估计是严琴刚才从大门进去的那人,没有被火烧到,从身后暗算他了。
然而,他是避过了后面的人的暗算。
可这刀子却没有停止,依然向前飞去…
而这个方向刚好是陌漓站的地方!
刹那间,他心房的血液像停止流动一样,完全凝固住了!
因为这样直直飞过去的话,伤到的刚好是陌漓的心脏!
可此时,他离陌漓太远,根本没有办法救她!
一瞬间,他的心脏快速地坠落,像掉入万丈谷底一样,怎么掉都掉不到底的……他觉得自己的心脏几乎要粉碎过去!
突然!
一个黑色的影子,突然不知从哪里冒了出来,如光速一样向着陌漓扑了过去。
陌漓还没有看清楚扑向自己的是什么人,就被这股强烈的力度撞了一下,接着向着旁边倒了下去。
而且她的头部刚好撞到地面的石头。
所以,一瞬间,她晕了过去。
不过,她避开了横祸,但救她的那个人就没那么幸运了。
那人和她只有几厘米的距离,所以把她推开的一瞬间,那把尖刀直直地插到了那个人的身上。
“啊……!”惨痛声在黑暗中飘了开来。
大家都重重地楞了一下。
借着火光,所有人都把目光集中在那人的身上。
全场又是一阵静默,十分意外。
然后,严琴忽地发出山洪暴发一样的声音,痛苦地大叫着,“儿子!……”
严浚远则眼珠一凝,眸底满是万千不可思议!
因为这人是——保罗!
可严琴竟然喊保罗儿子!
怎么回事?
这保罗不是外籍华人,第一次回国吗?
而且那次还作证,让陌漓洗脱了杀佣人的罪名。
可现在这情况是怎么了?
这个变化来得太突然,让他难以接受……这么单纯的保罗,为什么会是严琴的儿子?
而且保罗既然是严琴的儿子,不是应该和严琴是一伙的吗?
可眼下,他又一次救了陌漓。
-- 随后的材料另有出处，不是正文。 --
fn json_population(of: &SpecimenPopulation) -> Value {
    let population = &of.population;
    value!({
        "specimen": of.specimen,
        "k": population.k,
        "mesor": population.mesor,
        "mesor_ci": [population.mesor_limits.0, population.mesor_limits.1],
        "amplitude": population.amplitude,
        "amplitude_ci": [population.amplitude_limits.0, population.amplitude_limits.1],
        "mean_amplitude": population.mean_amplitude,
        "acrophase_deg": population.acrophase_rad.to_degrees(),
        "acrophase_ci_deg": population.acrophase_limits.map(|(low, high)| [low.to_degrees(), high.to_degrees()]),
        "f": population.f,
        "df": [2.0, population.df],
        "p": population.p,
    })
}

/// One row per subject and period, RFC 4180.
///
/// # Errors
///
/// Whatever the writer refuses.
pub fn csv(table: &RhythmTable, out: &mut impl Write) -> io::Result<()> {
    let mut writer = ::csv::WriterBuilder::new()
        .terminator(::csv::Terminator::CRLF)
        .from_writer(out);
    writer.write_record([
        "subject",
        "specimen",
        "n",
        "days",
        "below_limit",
        "refused",
        "mesor",
        "mesor_se",
        "r2",
        "p",
        "period_h",
        "amplitude",
        "amplitude_se",
        "acrophase_deg",
        "acrophase_h",
        "acrophase_se_h",
        "component_p",
    ])?;
    for subject in &table.subjects {
        let head = [
            guarded(&subject.subject),
            guarded(&subject.specimen),
            subject.n.to_string(),
            subject.days.to_string(),
            subject.below_limit.to_string(),
        ];
        let rows: Vec<[String; 12]> = match &subject.cosinor {
            Err(refusal) => {
                let mut row: [String; 12] = Default::default();
                row[0] = refusal.to_string();
                vec![row]
            }
            Ok(cosinor) => cosinor
                .components
                .iter()
                .map(|component| csv_cells(table, cosinor, component))
                .collect(),
        };
        for row in rows {
            writer.write_record(head.iter().chain(&row))?;
        }
    }
    writer.flush()
}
这不在严琴的计划之内吧。
而且这次,还是用生命去救!
强烈的思想冲击,让他没有办法平静下来。
此时,保罗捂着心口旁边的尖刀,脸色惨白得像雪地,神色十分痛苦。殷红的血像水一样从刀口漫出来,怎么都止不住。
严琴像疯了一样抱着他的上半身,眼泪像暴雨一样凌乱地坠落,大声哭着,“儿子,你一定要挺住!挺住!……妈现在就带你走!”
她知道保罗身上的刀插、得、很、深,此刻不能贸然把刀子拔出了,要不然血会像喷泉一样喷出来,保罗最终会失血过多而死的。
她一边悲痛地抱着儿子,一边吩咐保镖,“快把少爷抬到车上去,我们赶紧去医院。”
两位保镖马上抬起保罗,准备向车子走去。
可却被保罗用微弱的声音阻止住了,“不要……先不要管我……” 严琴心脏像被铁轮辗压着一样疼,滴着眼泪,“不要怕,没事的,我们很快就会找到医院的。”